When Ashia told me about her retreat, I told her a friend had gotten our friend group to take the Myers-Briggs personality test and discuss our results. That experience didn’t differ much from Ashia’s astrological group exercise. Writer Lauren Oyler suggests in a Baffler essay that “[the zodiac signs] are just a way of … reminding you of a person’s complexity.” Knowing I’m a Libra makes me more aware of my indecisiveness but also its beauty. My indecisiveness comes from the ability to “see both sides of every situation.”

So, I use astrology as a framework for the interpretation of myself. It’s like another framework that I use: Freudian psychoanalysis. (I tell my friends I don’t get drunk easily because my superego has repressed all my urges to have fun into my id.)

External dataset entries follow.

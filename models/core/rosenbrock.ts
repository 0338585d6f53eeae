/**
 * RODAS4, the L-stable, stiffly accurate Rosenbrock method of order 4(3) of Hairer & Wanner,
 * "Solving Ordinary Differential Equations II", 2nd ed. (1996), §IV.7 (docs/sources.md §15).
 * Used for segments the extrapolation solver cannot finish in a reasonable number of steps:
 * a stiff tank (a large drip, many plants or strong low-oxygen zones in a small volume).
 *
 * Each step solves six linear systems with the one matrix (1/(hγ))·I − J, where J is a
 * finite-difference Jacobian taken once per accepted point. The stiffly accurate pair gives the
 * error estimate as the last stage. Between steps the state is interpolated by the cubic Hermite
 * polynomial through both ends and their derivatives (for samples and threshold crossings).
 *
 * Like every Rosenbrock method it keeps linear invariants (the nitrogen balance) to round-off:
 * each stage is a linear combination of right-hand-side values and J times earlier stages, and
 * an invariant's weights annihilate both.
 */
import { DenseLu } from "./linear-algebra";
import type { SegmentRequest, SegmentResult, SegmentStatus } from "./segment";

const STAGES = 6;
const GAMMA = 0.25;
/** Stage times c_i (fractions of the step). */
const C_TIME = [0, 0.386, 0.21, 0.63, 1, 1];
/** γ_i = Σ_j γ_ij, for the time derivative of a non-autonomous right-hand side. */
const GAMMA_SUM = [0.25, -0.1043, 0.1035, -0.0362, 0, 0];
// Coefficients in the form G·k_i = f(t + c_i h, y + Σ a_ij k_j) + Σ (c_ij / h) k_j + γ_i h f_t,
// G = I/(γh) − J, y1 = y0 + Σ m_j k_j; lower triangles stored row by row (a21, a31, a32, …).
const A = [
  1.544, 0.9466785280815826, 0.2557011698983284, 3.314825187068521, 2.896124015972201, 0.9986419139977817,
  1.221224509226641, 6.019134481288629, 12.53708332932087, -0.687886036105895, 1.221224509226641, 6.019134481288629,
  12.53708332932087, -0.687886036105895, 1,
];
const C = [
  -5.6688, -2.430093356833875, -0.2063599157091915, -0.1073529058151375, -9.594562251023355, -20.47028614809616,
  7.496443313967647, -10.24680431464352, -33.99990352819905, 11.7089089320616, 8.083246795921522, -7.981132988064893,
  -31.52159432874371, 16.31930543123136, -6.058818238834054,
];
const M = [1.221224509226641, 6.019134481288629, 12.53708332932087, -0.687886036105895, 1, 1];
const tri = (i: number, j: number) => (i * (i - 1)) / 2 + j; // 0-based stage i > j

const UROUND = 2.220446049250313e-16;
const SQRT_UROUND = Math.sqrt(UROUND);
const now = (): number => (typeof performance !== "undefined" ? performance.now() : Date.now());

/**
 * Shape-preserving cubic Hermite value at θ = s ∈ [0, 1] of a step of length h (Fritsch &
 * Carlson 1980): an end slope against the secant's direction is set to zero and slopes are
 * capped at three times the secant, so a step across a fast transient (where the end derivatives
 * are huge) never overshoots between its ends — a sample can never show a negative pool the
 * solver did not produce.
 */
function hermite(y0: number, f0: number, y1: number, f1: number, h: number, s: number): number {
  const secant = (y1 - y0) / h;
  const limit = (f: number) => {
    if (secant === 0 || f * secant <= 0) return 0;
    const cap = 3 * secant;
    return Math.abs(f) > Math.abs(cap) ? cap : f;
  };
  f0 = limit(f0);
  f1 = limit(f1);
  const s2 = s * s;
  const s3 = s2 * s;
  return (2 * s3 - 3 * s2 + 1) * y0 + (s3 - 2 * s2 + s) * h * f0 + (-2 * s3 + 3 * s2) * y1 + (s3 - s2) * h * f1;
}

/**
 * Integrate one segment with RODAS4. Same contract as the odex adapter: samples through
 * `onSample`, upward threshold crossings located on the interpolant, and a status instead of an
 * exception for numerical trouble.
 */
export function integrateStiffSegment(req: SegmentRequest): SegmentResult {
  const { problem, t0, t1, sampleTimes, watches } = req;
  const n = problem.dim;
  const f = (t: number, y: ArrayLike<number>): number[] => problem.rhs(t, y as readonly number[]);
  const atol = problem.absoluteTolerance;
  const rtolOf = (i: number) =>
    typeof problem.relativeTolerance === "number" ? problem.relativeTolerance : problem.relativeTolerance[i];

  const jac = new Float64Array(n * n);
  const lu = new DenseLu(n);
  const k: Float64Array[] = Array.from({ length: STAGES }, () => new Float64Array(n));
  const ys = new Float64Array(n);
  const ft = new Float64Array(n);

  let t = t0;
  let y = req.y0.slice();
  let fy = f(t, y);
  let rhsEvals = 1;
  let steps = 0;
  let rejected = 0;
  let h = Math.min(Math.max(req.initialStepSize, 1e-8), t1 - t0);
  let lastStep = h;
  let next = 0;
  let sinceClock = 0;
  const result = (status: SegmentStatus, tr: number, yr: number[], crossed = -1): SegmentResult => ({
    status,
    t: tr,
    y: yr.slice(),
    crossed,
    steps,
    rhsEvals,
    rejected,
    lastStepSize: lastStep,
  });

  while (t1 - t > 1e-12 * Math.max(1, Math.abs(t1))) {
    // Jacobian at the accepted point, by forward differences. The increment scales with the
    // component or its absolute tolerance, so a component far below 1 (a trace species) is not
    // swamped by its own increment.
    for (let j = 0; j < n; j++) {
      const save = y[j];
      const delta = SQRT_UROUND * Math.max(Math.abs(save), atol[j]);
      y[j] = save + delta;
      const fj = f(t, y);
      y[j] = save;
      for (let i = 0; i < n; i++) jac[i * n + j] = (fj[i] - fy[i]) / delta;
    }
    rhsEvals += n;
    // Time derivative (the tank's right-hand side is autonomous between events, but the
    // solver is generic).
    const dt = Math.sqrt(UROUND) * Math.max(1e-5, Math.abs(t));
    const fPlus = f(t + dt, y);
    rhsEvals++;
    for (let i = 0; i < n; i++) ft[i] = (fPlus[i] - fy[i]) / dt;

    let rejectedLast = false;
    for (;;) {
      if (steps >= req.maxSteps) return result("maxSteps", t, y);
      if (++sinceClock >= 8) {
        sinceClock = 0;
        if (now() > req.deadline) return result("wallTime", t, y);
      }
      h = Math.min(h, t1 - t);
      steps++;
      if (!lu.factorShifted(1 / (GAMMA * h), jac)) {
        rejected++;
        h *= 0.5;
        rejectedLast = true;
        if (h < 1e-14 * Math.max(1, Math.abs(t))) return result("nonFinite", t, y);
        continue;
      }
      let finite = true;
      for (let s = 0; s < STAGES && finite; s++) {
        let fs: ArrayLike<number>;
        if (s === 0) fs = fy;
        else {
          for (let i = 0; i < n; i++) {
            let v = y[i];
            for (let j = 0; j < s; j++) v += A[tri(s, j)] * k[j][i];
            ys[i] = v;
          }
          fs = f(t + C_TIME[s] * h, ys);
          rhsEvals++;
        }
        const ks = k[s];
        for (let i = 0; i < n; i++) {
          let v = fs[i] + GAMMA_SUM[s] * h * ft[i];
          for (let j = 0; j < s; j++) v += (C[tri(s, j)] / h) * k[j][i];
          ks[i] = v;
        }
        lu.solve(ks);
        for (let i = 0; i < n; i++) if (!Number.isFinite(ks[i])) finite = false;
      }
      // Error: the last stage (stiffly accurate embedded pair), scaled per component.
      let err = 0;
      const yNew = new Array<number>(n);
      if (finite) {
        for (let i = 0; i < n; i++) {
          let v = y[i];
          for (let j = 0; j < STAGES; j++) v += M[j] * k[j][i];
          yNew[i] = v;
          const sc = atol[i] + rtolOf(i) * Math.max(Math.abs(y[i]), Math.abs(v));
          const e = k[STAGES - 1][i] / sc;
          err += e * e;
        }
        err = Math.sqrt(err / n);
      }
      if (!finite || !Number.isFinite(err)) {
        rejected++;
        h *= 0.25;
        rejectedLast = true;
        if (h < 1e-14 * Math.max(1, Math.abs(t))) return result("nonFinite", t, y);
        continue;
      }
      const fac = Math.min(6, Math.max(0.2, 0.9 * Math.pow(Math.max(err, 1e-10), -0.25)));
      if (err > 1) {
        rejected++;
        h *= rejectedLast ? Math.min(fac, 0.5) : fac;
        rejectedLast = true;
        if (h < 1e-14 * Math.max(1, Math.abs(t))) return result("nonFinite", t, y);
        continue;
      }
      // Accepted.
      const tNew = t + h;
      const fNew = f(tNew, yNew);
      rhsEvals++;
      const dense = (i: number, x: number) => hermite(y[i], fy[i], yNew[i], fNew[i], h, (x - t) / h);
      let tCross = Infinity;
      let crossed = -1;
      if (watches) {
        for (let w = 0; w < watches.length; w++) {
          const { index, threshold } = watches[w];
          if (yNew[index] >= threshold && y[index] < threshold) {
            let lo = t;
            let hi = tNew;
            for (let it = 0; it < 60 && hi - lo > 1e-12 * Math.max(1, Math.abs(hi)); it++) {
              const mid = 0.5 * (lo + hi);
              if (dense(index, mid) >= threshold) hi = mid;
              else lo = mid;
            }
            if (hi < tCross) {
              tCross = hi;
              crossed = w;
            }
          }
        }
      }
      const denseAll = (x: number) => Array.from({ length: n }, (_, i) => dense(i, x));
      while (next < sampleTimes.length && sampleTimes[next] <= Math.min(tNew, tCross)) {
        const ts = sampleTimes[next];
        if (ts >= tCross) break;
        req.onSample(ts, ts === tNew ? yNew.slice() : denseAll(ts));
        next++;
      }
      lastStep = h;
      if (tCross !== Infinity) return result("crossed", tCross, tCross === tNew ? yNew : denseAll(tCross), crossed);
      req.onStep?.(tNew, yNew);
      t = tNew;
      y = yNew;
      fy = fNew;
      h = rejectedLast ? Math.min(h * fac, h) : h * fac;
      break;
    }
  }
  while (next < sampleTimes.length) {
    req.onSample(sampleTimes[next], y.slice());
    next++;
  }
  return result("done", t1, y);
}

I notice many parallels between the frameworks. Both are placeholders for talking about how our mind feels — id, ego and superego for Freud and sun, moon and rising signs for astrology. Both have therapeutic benefits: Psychotherapy has cured people of neuroses, and horoscopes calm me in times of stress. Scholars credit Freud for our historical turn towards subjectivity in times of hyper-rationality. Co-Star wants “irrationality to invade our techno-rationalist ways of living.” Could the astrology trend become an intellectual movement as well?

Maybe having just one (rationalist) interpretation of the world is the ultimate “intellectual shortcut.” Maybe left-brain hyper-rationality shouldn’t be the only measure of intelligence. Poet John Keats characterized the greatest writers and thinkers as having “negative capability,” the “willingness to embrace uncertainty, live with mystery and make peace with ambiguity.” Responding to figurative horoscopes is illogical, but it allows me to notice more things to admire. Alluding to “Mercury in retrograde” may not be rational, but it allows me to access communal feelings about struggle. The zodiac signs aren’t based on science, but they foster connections, help us communicate our interior selves and remind us that as Wallace says, we’re all “unavoidably sentimental … goo-prone and generally pathetic.”

Or maybe that’s just such a Libra thing to say.